Alfred - Your Data Butler

This blog is a part of a series written about the open-source data ingestion engine Alfred. For an overview of Alfred read this blog. You can also learn what Alfred means for data stewards, and how using this tool can save you time and money.


A great deal of a data scientist's workflow today is spent cleaning data, understanding the logic behind that data, and, increasingly, engaging in data engineering processes. These processes involve moving data from source to target where the data scientist can model it.

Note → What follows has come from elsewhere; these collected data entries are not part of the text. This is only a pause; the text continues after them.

// trialFit checks the trial-level criteria: condition, intervention,
// comparator kind, randomised interventional design and completion
// before the review's search date.
func trialFit(rt *reviewTerms, t ingest.Trial) trialFitResult {
	r := trialFitResult{score: 1}
	fail := func(code, why string) {
		r.failed = append(r.failed, code)
		r.reasons = append(r.reasons, why)
	}

	// Condition: in conditions or registry terms (strong), else in
	// keywords or titles (weak).
	strong := append(append([]string(nil), t.Conditions...), t.ConditionTerms...)
	weak := append(append([]string(nil), t.Keywords...), t.BriefTitle, t.OfficialTitle)
	if m := matchAny(rt.conditions, strong); len(m) > 0 {
		r.reasons = append(r.reasons, "condition: "+strings.Join(m, ", "))
	} else if m := matchAny(rt.conditions, weak); len(m) > 0 {
		r.score *= fitWeakField
		r.reasons = append(r.reasons, "condition in title or keywords: "+strings.Join(m, ", "))
	} else {
		fail("condition", "no condition of the review ("+phraseTexts(rt.conditions)+") among the trial's conditions")
	}

	// Intervention.
	strong = append([]string(nil), t.InterventionTerms...)
	for _, iv := range t.Interventions {
		strong = append(strong, iv.Name)
		strong = append(strong, iv.OtherNames...)
	}
	for _, a := range t.Arms {
		strong = append(strong, a.Label)
		strong = append(strong, a.InterventionNames...)
	}
	weak = []string{t.BriefTitle, t.OfficialTitle, t.Acronym}
	for _, o := range t.Outcomes {
		for _, g := range o.Groups {
			weak = append(weak, g.Title)
		}
	}
	if m := matchAny(rt.interventions, strong); len(m) > 0 {
		r.reasons = append(r.reasons, "intervention: "+strings.Join(m, ", "))
	} else if m := matchAny(rt.interventions, weak); len(m) > 0 {
		r.score *= fitWeakField
		r.reasons = append(r.reasons, "intervention in titles only: "+strings.Join(m, ", "))
	} else {
		fail("intervention", "no intervention of the review ("+phraseTexts(rt.interventions)+") in the trial")
	}

	// Comparator.
	if len(rt.comparators) > 0 {
		if k, where := findComparatorArm(rt.comparators, t); k != "" {
			r.reasons = append(r.reasons, fmt.Sprintf("comparator %s: %s", k, where))
		} else {
			names := make([]string, len(rt.comparators))
			for i, c := range rt.comparators {
				names[i] = c.Name
			}
			fail("comparator", "no "+strings.Join(names, " or ")+" arm")
		}
	}

	// Design.
	if st := strings.ToUpper(t.StudyType); st != "" && st != "INTERVENTIONAL" {
		fail("design", "not interventional ("+t.StudyType+")")
	}
	switch strings.ToUpper(t.Allocation) {
	case "RANDOMIZED":
		r.reasons = append(r.reasons, "randomized")
	case "":
		r.score *= fitUnknown
		r.reasons = append(r.reasons, "allocation not stated")
	default:
		r.notRandomized = "not randomized (allocation " + t.Allocation + ")"
		r.reasons = append(r.reasons, r.notRandomized+": proposed for a person to decide, never accepted automatically")
	}

	// Completion before the search date.
	status := strings.ToUpper(t.OverallStatus)
	switch status {
	case "RECRUITING", "NOT_YET_RECRUITING", "ENROLLING_BY_INVITATION", "ACTIVE_NOT_RECRUITING", "SUSPENDED", "WITHDRAWN":
		fail("completion", "not completed (status "+t.OverallStatus+")")
	}
	date, which := t.PrimaryCompletionDate.Text, "primary completion"
	if date == "" {
		date, which = t.CompletionDate.Text, "completion"
	}
	switch {
	case date == "":
		r.score *= fitUnknown
		r.reasons = append(r.reasons, "no completion date")
	case rt.rv.SearchDate == "":
		r.reasons = append(r.reasons, which+" "+date)
	case dateAfter(date, rt.rv.SearchDate):
		fail("completion", fmt.Sprintf("%s %s is after the review's search date %s", which, date, rt.rv.SearchDate))
	default:
		r.reasons = append(r.reasons, fmt.Sprintf("%s %s before search date %s", which, date, rt.rv.SearchDate))
	}
	if len(r.failed) > 0 {
		r.score = 0
	}
	r.score = math.Round(r.score*1e4) / 1e4
	return r
}

// dateAfter reports whether registry date a is after b, compared on their
// common precision ("2025" is not after "2025-03-31").
func dateAfter(a, b string) bool {
	n := len(a)
	if len(b) < n {
		n = len(b)
	}
	return a[:n] > b[:n]
}

// matchAny returns the phrases found, each entirely, within one of texts.
func matchAny(ps []terms.Phrase, texts []string) []string {
	found := map[string]bool{}
	for _, tx := range texts {
		if tx == "" {
			continue
		}
		for _, m := range terms.MatchPhrases(terms.NewTermSet(tx), ps) {
			found[m] = true
		}
	}
	var out []string
	for _, p := range ps {
		if found[p.Text] {
			out = append(out, p.Text)
		}
	}
	return out
}

func phraseTexts(ps []terms.Phrase) string {
	s := make([]string, len(ps))
	for i, p := range ps {
		s[i] = p.Text
	}
	return strings.Join(s, "; ")
}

Data movement is important process but takes valuable time away from a data scientist's main task of building models, running experiments, and analyzing results to bring clarity to business operations.

However, our recently open-sourced tool, Alfred, can help data scientists reclaim their time by eliminating some pain points. Here are some of the benefits Alfred offers to data scientists:

1. Data scientists can import data into distributed system environments through the platform without having to worry about writing complicated ETL scripts. Without Alfred, the data scientist would have to write Spark ETL scripts in Scala or Python to move data at timed intervals to HDFS, create Hive tables on top of the data, and test that the data was moved correctly with unit testing. Alfred abstracts all of that away.

2. The metadata management platform makes sure that each data source entered into a data lake environment is recorded and that users understand the lineage, transformations, and source. This allows data scientists to interface with originating business users to get questions answered quickly. Alfred writes to Parquet-backed Hive tables and allows you to specify partitions. All the metadata input into Alfred is translated into Hive DDL scripts that run independent of data scientists having to use it.

3. It allows data scientists to conduct the important work of synthesizing disparate data sources by easily exploring other sources of data through the Alfred UI. This makes making the black box of distributed systems data lake Unix environments easily searchable and transparent. Instead of having to constantly grep HDFS and navigate through Linux folders, data scientists can see data availability outside the command line.

Ultimately, Alfred takes the pain out of the important work of setting up data correctly for modeling: allowing data scientists to focus on making sense of the data, rather than sifting through it for what they need.